All those measures, and many more, demonstrate that this Parliament is delivering for communities across the country. Conversely, we also know—also beyond peradventure—that there is a heavy cost when we leave decisions in the hands of Westminster. We get Governments that we did not vote for; we get the bedroom tax; we get cuts to capital spending in the teeth of a recession; we get attacks on the poor and on people with disabilities; and we get weapons of mass destruction on the River Clyde.
A poll published yesterday, which is confirmed by the social attitudes survey, asked people whether they trust the Scottish Parliament or the United Kingdom Parliament to take decisions for Scotland and found that 60 per cent of people in Scotland trust Holyrood compared to just 16 per cent who trust Westminster. The contrast and the choice that face the people next year could not be clearer.
This year’s legislative programme, with 13 bills in total, will continue that strong track record not just of the Government but of the Parliament. Of course, not everything that matters can be addressed through legislation, but legislation does matter. All 13 of the bills in this year’s programme will make a genuine difference to people in Scotland. They demonstrate effective governance.
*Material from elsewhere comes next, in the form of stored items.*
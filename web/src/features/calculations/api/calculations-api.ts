import {
  keepPreviousData,
  queryOptions,
  useMutation,
  useQuery,
  useQueryClient,
} from '@tanstack/react-query';
import type {
  CalculationDetail,
  CalculationListQuery,
  ContinueCalculationBody,
  CalculationPage,
  CreateCalculationBody,
  SaveVersionBody,
  UserRef,
  VersionDetail,
  VersionDiff,
} from '@loftwright/contract';
import { apiClient } from '@/lib/api-client';
import { dispositionFileName, saveBlob } from '@/lib/save-blob';

export type {
  CalculationContinuation,
  CalculationDetail,
  CalculationSource,
  CalculationListItem,
  CalculationListQuery,
  CalculationPage,
  CalculationSummary,
  VersionDetail,
  VersionDiff,
  VersionStatus,
  VersionSummary,
} from '@loftwright/contract';

export const getCalculations = async (params: CalculationListQuery) =>
  (await apiClient.get<CalculationPage>('/calculations', { params })).data;

export const useCalculations = (params: CalculationListQuery) =>
  useQuery({
    queryKey: ['calculations', 'list', params],
    queryFn: () => getCalculations(params),
    placeholderData: keepPreviousData,
  });

export const calculationQueryOptions = (id: string) =>
  queryOptions({
    queryKey: ['calculations', 'detail', id],
    queryFn: async () => (await apiClient.get<CalculationDetail>(`/calculations/${id}`)).data,
  });

export const useCalculation = (id: string) => useQuery(calculationQueryOptions(id));

export function useCreateCalculation() {
  const queryClient = useQueryClient();
  return useMutation({
    mutationFn: async (body: CreateCalculationBody) =>
      (await apiClient.post<CalculationDetail>('/calculations', body)).data,
    onSuccess: () => queryClient.invalidateQueries({ queryKey: ['calculations', 'list'] }),
  });
}

/** Downloads the calculation as a Loftwright file (docs/file-format.md). */
export async function downloadCalculationFile(id: string): Promise<void> {
  const response = await apiClient.get<Blob>(`/calculations/${id}/export`, {
    responseType: 'blob',
  });
  const header = response.headers['content-disposition'] as string | undefined;
  saveBlob(response.data, dispositionFileName(header, 'calculation.loftwright.json'));
}

/** A Loftwright file read in the browser becomes a new calculation of the user's. */
export function useImportCalculation() {
  const queryClient = useQueryClient();
  return useMutation({
    mutationFn: async (file: File) => {
      let body: unknown;
      try {
        body = JSON.parse(await file.text());
      } catch {
        throw new Error(
          `${file.name} is not a JSON file; a Loftwright file ends in .loftwright.json.`,
        );
      }
      return (await apiClient.post<CalculationDetail>('/calculations/import', body)).data;
    },
    onSuccess: () => queryClient.invalidateQueries({ queryKey: ['calculations', 'list'] }),
  });
}

/** Archives (the API never deletes): the calculation leaves the lists, its versions stay. */
export function useArchiveCalculation() {
  const queryClient = useQueryClient();
  return useMutation({
    mutationFn: async (id: string) => {
      await apiClient.delete(`/calculations/${id}`);
    },
    onSuccess: () => queryClient.invalidateQueries({ queryKey: ['calculations'] }),
  });
}

/** A new draft calculation of the same kind, starting from another one's latest inputs. */
export function useDuplicateCalculation() {
  const queryClient = useQueryClient();
  return useMutation({
    mutationFn: async (id: string) => {
      const source = await queryClient.fetchQuery(calculationQueryOptions(id));
      const body: CreateCalculationBody = {
        title: `${source.title} (copy)`.slice(0, 200),
        kind: source.kind,
        inputs: source.latest?.inputs ?? {},
        tags: source.tags,
        note: `Copied from “${source.title}”, version ${source.latestVersion}`,
      };
      return (await apiClient.post<CalculationDetail>('/calculations', body)).data;
    },
    onSuccess: () => queryClient.invalidateQueries({ queryKey: ['calculations', 'list'] }),
  });
}

export function useSaveVersion(id: string) {
  const queryClient = useQueryClient();
  return useMutation({
    mutationFn: async (body: SaveVersionBody) =>
      (await apiClient.post<VersionDetail>(`/calculations/${id}/versions`, body)).data,
    onSuccess: () => queryClient.invalidateQueries({ queryKey: ['calculations'] }),
  });
}

export function useSubmitVersion(id: string) {
  const queryClient = useQueryClient();
  return useMutation({
    mutationFn: async ({ number, reviewerId }: { number: number; reviewerId?: string }) =>
      (
        await apiClient.post<VersionDetail>(
          `/calculations/${id}/versions/${number}/submit`,
          reviewerId ? { reviewerId } : {},
        )
      ).data,
    onSuccess: () => queryClient.invalidateQueries({ queryKey: ['calculations'] }),
  });
}

/** GET /api/reviewers: who a version can be submitted to. */
export const useReviewers = (enabled: boolean) =>
  useQuery({
    queryKey: ['reviewers'],
    queryFn: async () => (await apiClient.get<UserRef[]>('/reviewers')).data,
    enabled,
  });

/** GET .../versions/:a/diff/:b (diffInputs/diffOutputs of @loftwright/buoyancy). */
export const useVersionDiff = (id: string, a: number | undefined, b: number | undefined) =>
  useQuery({
    queryKey: ['calculations', 'diff', id, a, b],
    queryFn: async () =>
      (await apiClient.get<VersionDiff>(`/calculations/${id}/versions/${a}/diff/${b}`)).data,
    enabled: a !== undefined && b !== undefined && a !== b,
  });

/** GET /api/calculations/:id/versions/:n: one saved version (a source's, for "Take version N"). */
export const getVersion = async (id: string, n: number) =>
  (await apiClient.get<VersionDetail>(`/calculations/${id}/versions/${n}`)).data;

/** POST .../versions/:n/continue: a new calculation of the next kind made from this version. */
/** "Continue as …" from version `version` of calculation `id`. */
export function useContinueCalculation(id: string, version: number) {
  const queryClient = useQueryClient();
  return useMutation({
    mutationFn: async (body: ContinueCalculationBody) =>
      (
        await apiClient.post<CalculationDetail>(
          `/calculations/${id}/versions/${version}/continue`,
          body,
        )
      ).data,
    onSuccess: () => queryClient.invalidateQueries({ queryKey: ['calculations'] }),
  });
}
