import {
  geopotentialAltitudeM,
  STANDARD_ATMOSPHERE_ALTITUDE_RANGE_M,
  standardAtmosphereUnchecked,
} from '../atmosphere/standard-atmosphere.js';
import {
  USSA1976_AIR_MOLAR_MASS_KG_PER_MOL,
  USSA1976_GAS_CONSTANT_J_PER_MOL_K,
} from '../constants.js';
import type { CalculationWarning } from '../derivation.js';
import { InputError, requireInRange } from '../errors.js';
import { parseInputs } from '../schema/parse-inputs.js';
import { hypsometricPressurePa } from './hypsometric.js';
import {
  type HeightSource,
  resolveLayerHeights,
  windProfileSchema,
  type WindProfileValues,
} from './wind-profile-schema.js';

const DEG = Math.PI / 180;

/**
 * A wind profile ready for interpolation: levels in order of increasing geometric height, the wind
 * as east (u) and north (v) components, the temperature and pressure of every level (the given
 * ones, else from the 1976 standard atmosphere as `notes` say). Built once by `windProfile`, then
 * sampled any number of times.
 */
export interface WindProfile {
  /** Geometric heights above mean sea level [m], strictly increasing. */
  readonly heightsM: Float64Array;
  /** Eastward wind component [m/s] (positive towards the east). */
  readonly uMS: Float64Array;
  /** Northward wind component [m/s] (positive towards the north). */
  readonly vMS: Float64Array;
  /** Air temperature of each level [K]: given, or the standard atmosphere's at its height. */
  readonly temperaturesK: Float64Array;
  /** Air pressure of each level [Pa]: given, from the level below by the hypsometric equation, or the standard atmosphere's. */
  readonly pressuresPa: Float64Array;
  /** How each level's height was found. */
  readonly heightSources: readonly HeightSource[];
  /** Whether every level came with its own temperature. */
  readonly hasTemperatures: boolean;
  /** Which levels came with their own temperature, in level order. */
  readonly temperatureGiven: readonly boolean[];
  /** What the profile took from the standard atmosphere, as notes with stable codes. */
  readonly notes: readonly CalculationWarning[];
}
One of the opportunities that is provided by devolution is to reform Scotland’s public bodies and public services to make them more efficient and better at their true role, which is serving the public. When we took office, there were 199 public bodies in Scotland; now, there are 113, which is a reduction of more than 40 per cent. The public sector landscape is less cluttered but more focused and therefore more effective. This year, we will introduce legislation to merge Historic Scotland and the Royal Commission on the Ancient and Historical Monuments of Scotland, which will enable those bodies to operate more efficiently and will enhance our ability to preserve and protect our heritage.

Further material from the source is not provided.